Task goal - Using the line that contains "20,000 per scenario" as the first line and the last line of the data as the final one, give every line in that range again exactly.

Dataset excerpts:

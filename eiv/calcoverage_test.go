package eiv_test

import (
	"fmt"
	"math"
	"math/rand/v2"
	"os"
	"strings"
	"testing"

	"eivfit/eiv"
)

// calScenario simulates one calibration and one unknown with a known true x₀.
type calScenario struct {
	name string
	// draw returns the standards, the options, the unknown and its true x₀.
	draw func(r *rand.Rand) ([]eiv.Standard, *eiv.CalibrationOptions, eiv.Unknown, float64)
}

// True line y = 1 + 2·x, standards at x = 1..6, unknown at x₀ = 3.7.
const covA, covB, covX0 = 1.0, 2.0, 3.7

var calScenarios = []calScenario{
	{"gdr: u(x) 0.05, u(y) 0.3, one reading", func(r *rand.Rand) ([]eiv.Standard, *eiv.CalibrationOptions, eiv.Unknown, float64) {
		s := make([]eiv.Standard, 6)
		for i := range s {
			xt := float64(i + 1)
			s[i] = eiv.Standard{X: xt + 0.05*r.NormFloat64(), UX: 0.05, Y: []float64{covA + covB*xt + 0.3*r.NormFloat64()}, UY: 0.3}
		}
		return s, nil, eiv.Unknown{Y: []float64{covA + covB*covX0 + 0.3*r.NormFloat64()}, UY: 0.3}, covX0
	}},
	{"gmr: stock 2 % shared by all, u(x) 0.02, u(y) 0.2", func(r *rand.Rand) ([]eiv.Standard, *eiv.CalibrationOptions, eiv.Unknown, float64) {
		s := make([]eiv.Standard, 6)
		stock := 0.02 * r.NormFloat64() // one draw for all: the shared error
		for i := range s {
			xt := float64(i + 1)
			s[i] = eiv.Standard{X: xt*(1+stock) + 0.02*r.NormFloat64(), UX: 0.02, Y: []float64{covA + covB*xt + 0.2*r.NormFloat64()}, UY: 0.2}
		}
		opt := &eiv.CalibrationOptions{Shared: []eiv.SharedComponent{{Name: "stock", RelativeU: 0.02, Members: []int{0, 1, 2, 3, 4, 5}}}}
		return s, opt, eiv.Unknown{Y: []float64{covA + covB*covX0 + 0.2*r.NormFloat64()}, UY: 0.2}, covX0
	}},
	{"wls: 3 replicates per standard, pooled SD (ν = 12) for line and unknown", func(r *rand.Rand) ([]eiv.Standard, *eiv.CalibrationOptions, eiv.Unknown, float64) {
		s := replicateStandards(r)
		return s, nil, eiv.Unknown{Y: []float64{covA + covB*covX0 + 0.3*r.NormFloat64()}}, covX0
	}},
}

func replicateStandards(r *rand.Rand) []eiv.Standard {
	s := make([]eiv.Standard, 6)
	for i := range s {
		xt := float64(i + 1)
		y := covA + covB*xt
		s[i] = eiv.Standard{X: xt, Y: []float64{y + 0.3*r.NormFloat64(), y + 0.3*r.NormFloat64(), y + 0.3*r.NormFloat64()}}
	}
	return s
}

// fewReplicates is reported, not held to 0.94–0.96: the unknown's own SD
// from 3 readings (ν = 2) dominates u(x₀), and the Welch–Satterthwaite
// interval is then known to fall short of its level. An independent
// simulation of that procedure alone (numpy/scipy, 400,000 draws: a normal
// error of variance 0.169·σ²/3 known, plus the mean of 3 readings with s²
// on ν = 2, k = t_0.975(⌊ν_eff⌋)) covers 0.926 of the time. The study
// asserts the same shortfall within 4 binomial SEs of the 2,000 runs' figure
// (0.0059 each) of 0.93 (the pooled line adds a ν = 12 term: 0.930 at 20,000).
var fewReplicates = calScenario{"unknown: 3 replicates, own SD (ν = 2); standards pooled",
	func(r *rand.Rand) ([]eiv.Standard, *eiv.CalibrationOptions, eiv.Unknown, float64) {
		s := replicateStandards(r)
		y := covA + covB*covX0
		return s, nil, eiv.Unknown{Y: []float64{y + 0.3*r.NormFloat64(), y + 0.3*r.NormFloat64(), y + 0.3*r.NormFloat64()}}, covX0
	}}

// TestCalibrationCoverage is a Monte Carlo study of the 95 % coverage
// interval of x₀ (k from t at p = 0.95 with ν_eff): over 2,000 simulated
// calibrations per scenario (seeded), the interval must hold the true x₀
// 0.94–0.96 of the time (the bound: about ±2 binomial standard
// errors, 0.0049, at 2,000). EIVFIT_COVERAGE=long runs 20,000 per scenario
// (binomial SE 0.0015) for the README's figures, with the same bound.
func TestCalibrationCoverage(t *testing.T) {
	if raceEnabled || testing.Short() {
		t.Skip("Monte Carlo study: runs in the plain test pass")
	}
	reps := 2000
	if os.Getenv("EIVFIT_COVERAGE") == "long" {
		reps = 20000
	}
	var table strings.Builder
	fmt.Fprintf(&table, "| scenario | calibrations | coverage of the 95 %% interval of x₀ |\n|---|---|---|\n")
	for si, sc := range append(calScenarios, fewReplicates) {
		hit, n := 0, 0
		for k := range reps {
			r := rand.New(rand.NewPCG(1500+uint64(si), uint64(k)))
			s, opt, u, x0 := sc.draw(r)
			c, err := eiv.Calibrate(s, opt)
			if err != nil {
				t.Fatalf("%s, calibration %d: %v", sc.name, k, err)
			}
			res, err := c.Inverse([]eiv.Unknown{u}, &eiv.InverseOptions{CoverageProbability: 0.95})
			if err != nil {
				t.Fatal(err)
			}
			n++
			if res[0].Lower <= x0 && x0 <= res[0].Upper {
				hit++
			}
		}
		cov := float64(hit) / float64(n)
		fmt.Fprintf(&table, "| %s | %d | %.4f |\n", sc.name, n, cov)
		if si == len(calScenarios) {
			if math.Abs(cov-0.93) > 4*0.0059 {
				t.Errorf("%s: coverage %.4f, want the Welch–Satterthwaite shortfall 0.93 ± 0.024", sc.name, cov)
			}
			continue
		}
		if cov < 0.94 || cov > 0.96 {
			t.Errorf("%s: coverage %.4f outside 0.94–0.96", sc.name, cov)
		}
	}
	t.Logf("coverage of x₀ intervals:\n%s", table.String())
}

Reply to the exercise -
// errors, 0.0049, at 2,000). EIVFIT_COVERAGE=long runs 20,000 per scenario
// (binomial SE 0.0015) for the README's figures, with the same bound.
func TestCalibrationCoverage(t *testing.T) {
	if raceEnabled || testing.Short() {
		t.Skip("Monte Carlo study: runs in the plain test pass")
	}
	reps := 2000
	if os.Getenv("EIVFIT_COVERAGE") == "long" {
		reps = 20000
	}
	var table strings.Builder
	fmt.Fprintf(&table, "| scenario | calibrations | coverage of the 95 %% interval of x₀ |\n|---|---|---|\n")
	for si, sc := range append(calScenarios, fewReplicates) {
		hit, n := 0, 0
		for k := range reps {
			r := rand.New(rand.NewPCG(1500+uint64(si), uint64(k)))
			s, opt, u, x0 := sc.draw(r)
			c, err := eiv.Calibrate(s, opt)
			if err != nil {
				t.Fatalf("%s, calibration %d: %v", sc.name, k, err)
			}
			res, err := c.Inverse([]eiv.Unknown{u}, &eiv.InverseOptions{CoverageProbability: 0.95})
			if err != nil {
				t.Fatal(err)
			}
			n++
			if res[0].Lower <= x0 && x0 <= res[0].Upper {
				hit++
			}
		}
		cov := float64(hit) / float64(n)
		fmt.Fprintf(&table, "| %s | %d | %.4f |\n", sc.name, n, cov)
		if si == len(calScenarios) {
			if math.Abs(cov-0.93) > 4*0.0059 {
				t.Errorf("%s: coverage %.4f, want the Welch–Satterthwaite shortfall 0.93 ± 0.024", sc.name, cov)
			}
			continue
		}
		if cov < 0.94 || cov > 0.96 {
			t.Errorf("%s: coverage %.4f outside 0.94–0.96", sc.name, cov)
		}
	}
	t.Logf("coverage of x₀ intervals:\n%s", table.String())
}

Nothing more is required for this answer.